◆ Description of the task ◆
Your output should consist of every record, copied exactly.

[Stored entries]
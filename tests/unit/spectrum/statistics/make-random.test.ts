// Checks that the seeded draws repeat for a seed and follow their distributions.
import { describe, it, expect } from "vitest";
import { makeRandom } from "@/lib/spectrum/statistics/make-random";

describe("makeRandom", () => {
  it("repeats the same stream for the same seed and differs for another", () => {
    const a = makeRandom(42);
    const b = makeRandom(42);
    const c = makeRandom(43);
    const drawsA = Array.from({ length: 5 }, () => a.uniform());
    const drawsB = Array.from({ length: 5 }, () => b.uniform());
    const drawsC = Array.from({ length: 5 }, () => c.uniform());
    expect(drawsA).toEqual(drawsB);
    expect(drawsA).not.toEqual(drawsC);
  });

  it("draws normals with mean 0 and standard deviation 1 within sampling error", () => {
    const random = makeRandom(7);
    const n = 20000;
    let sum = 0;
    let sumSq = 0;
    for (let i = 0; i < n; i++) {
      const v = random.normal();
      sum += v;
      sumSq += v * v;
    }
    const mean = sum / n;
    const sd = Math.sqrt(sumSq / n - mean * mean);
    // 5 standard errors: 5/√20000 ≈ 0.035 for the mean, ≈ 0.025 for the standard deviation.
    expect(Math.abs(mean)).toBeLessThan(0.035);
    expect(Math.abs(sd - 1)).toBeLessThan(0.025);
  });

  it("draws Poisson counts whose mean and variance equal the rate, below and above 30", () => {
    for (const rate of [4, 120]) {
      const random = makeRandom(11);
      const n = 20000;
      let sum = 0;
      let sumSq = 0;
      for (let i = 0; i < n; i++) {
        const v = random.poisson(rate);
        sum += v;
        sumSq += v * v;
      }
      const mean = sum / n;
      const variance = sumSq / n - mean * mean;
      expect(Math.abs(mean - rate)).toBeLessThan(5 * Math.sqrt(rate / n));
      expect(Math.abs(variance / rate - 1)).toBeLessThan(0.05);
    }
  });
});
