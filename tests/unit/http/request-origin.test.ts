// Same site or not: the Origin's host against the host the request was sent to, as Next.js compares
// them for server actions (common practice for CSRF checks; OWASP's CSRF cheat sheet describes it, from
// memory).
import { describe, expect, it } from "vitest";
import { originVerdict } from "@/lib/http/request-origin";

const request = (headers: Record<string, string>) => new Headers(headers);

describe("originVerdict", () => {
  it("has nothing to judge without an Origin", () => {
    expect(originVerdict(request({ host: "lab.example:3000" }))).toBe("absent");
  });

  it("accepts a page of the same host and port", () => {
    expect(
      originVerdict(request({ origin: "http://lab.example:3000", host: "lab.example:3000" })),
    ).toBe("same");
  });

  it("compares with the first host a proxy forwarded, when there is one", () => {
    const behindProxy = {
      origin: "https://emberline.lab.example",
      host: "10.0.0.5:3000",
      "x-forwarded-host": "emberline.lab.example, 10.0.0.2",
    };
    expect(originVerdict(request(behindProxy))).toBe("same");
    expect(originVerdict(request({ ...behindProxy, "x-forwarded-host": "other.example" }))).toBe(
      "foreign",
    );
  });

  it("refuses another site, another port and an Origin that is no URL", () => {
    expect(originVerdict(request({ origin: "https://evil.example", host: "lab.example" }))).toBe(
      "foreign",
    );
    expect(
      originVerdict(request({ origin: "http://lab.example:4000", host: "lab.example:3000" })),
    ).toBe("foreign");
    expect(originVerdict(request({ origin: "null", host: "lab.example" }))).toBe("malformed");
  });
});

◆ Answer to this task ◆
filename tests/unit/spectrum/statistics/make-random.test.ts
// Checks that the seeded draws repeat for a seed and follow their distributions.
import { describe, it, expect } from "vitest";
import { makeRandom } from "@/lib/spectrum/statistics/make-random";

describe("makeRandom", () => {
  it("repeats the same stream for the same seed and differs for another", () => {
    const a = makeRandom(42);
    const b = makeRandom(42);
    const c = makeRandom(43);
    const drawsA = Array.from({ length: 5 }, () => a.uniform());
    const drawsB = Array.from({ length: 5 }, () => b.uniform());
    const drawsC = Array.from({ length: 5 }, () => c.uniform());
    expect(drawsA).toEqual(drawsB);
    expect(drawsA).not.toEqual(drawsC);
  });

  it("draws normals with mean 0 and standard deviation 1 within sampling error", () => {
    const random = makeRandom(7);
    const n = 20000;
    let sum = 0;
    let sumSq = 0;
    for (let i = 0; i < n; i++) {
      const v = random.normal();
      sum += v;
      sumSq += v * v;
    }
    const mean = sum / n;
    const sd = Math.sqrt(sumSq / n - mean * mean);
    // 5 standard errors: 5/√20000 ≈ 0.035 for the mean, ≈ 0.025 for the standard deviation.
    expect(Math.abs(mean)).toBeLessThan(0.035);
    expect(Math.abs(sd - 1)).toBeLessThan(0.025);
  });

  it("draws Poisson counts whose mean and variance equal the rate, below and above 30", () => {
    for (const rate of [4, 120]) {
      const random = makeRandom(11);
      const n = 20000;
      let sum = 0;
      let sumSq = 0;
      for (let i = 0; i < n; i++) {
        const v = random.poisson(rate);
        sum += v;
        sumSq += v * v;
      }
      const mean = sum / n;
      const variance = sumSq / n - mean * mean;
      expect(Math.abs(mean - rate)).toBeLessThan(5 * Math.sqrt(rate / n));
      expect(Math.abs(variance / rate - 1)).toBeLessThan(0.05);
    }
  });
});
filename tests/unit/http/request-origin.test.ts
// Same site or not: the Origin's host against the host the request was sent to, as Next.js compares
// them for server actions (common practice for CSRF checks; OWASP's CSRF cheat sheet describes it, from
// memory).
import { describe, expect, it } from "vitest";
import { originVerdict } from "@/lib/http/request-origin";

const request = (headers: Record<string, string>) => new Headers(headers);

describe("originVerdict", () => {
  it("has nothing to judge without an Origin", () => {
    expect(originVerdict(request({ host: "lab.example:3000" }))).toBe("absent");
  });

  it("accepts a page of the same host and port", () => {
    expect(
      originVerdict(request({ origin: "http://lab.example:3000", host: "lab.example:3000" })),
    ).toBe("same");
  });

  it("compares with the first host a proxy forwarded, when there is one", () => {
    const behindProxy = {
      origin: "https://emberline.lab.example",
      host: "10.0.0.5:3000",
      "x-forwarded-host": "emberline.lab.example, 10.0.0.2",
    };
    expect(originVerdict(request(behindProxy))).toBe("same");
    expect(originVerdict(request({ ...behindProxy, "x-forwarded-host": "other.example" }))).toBe(
      "foreign",
    );
  });

  it("refuses another site, another port and an Origin that is no URL", () => {
    expect(originVerdict(request({ origin: "https://evil.example", host: "lab.example" }))).toBe(
      "foreign",
    );
    expect(
      originVerdict(request({ origin: "http://lab.example:4000", host: "lab.example:3000" })),
    ).toBe("foreign");
    expect(originVerdict(request({ origin: "null", host: "lab.example" }))).toBe("malformed");
  });
});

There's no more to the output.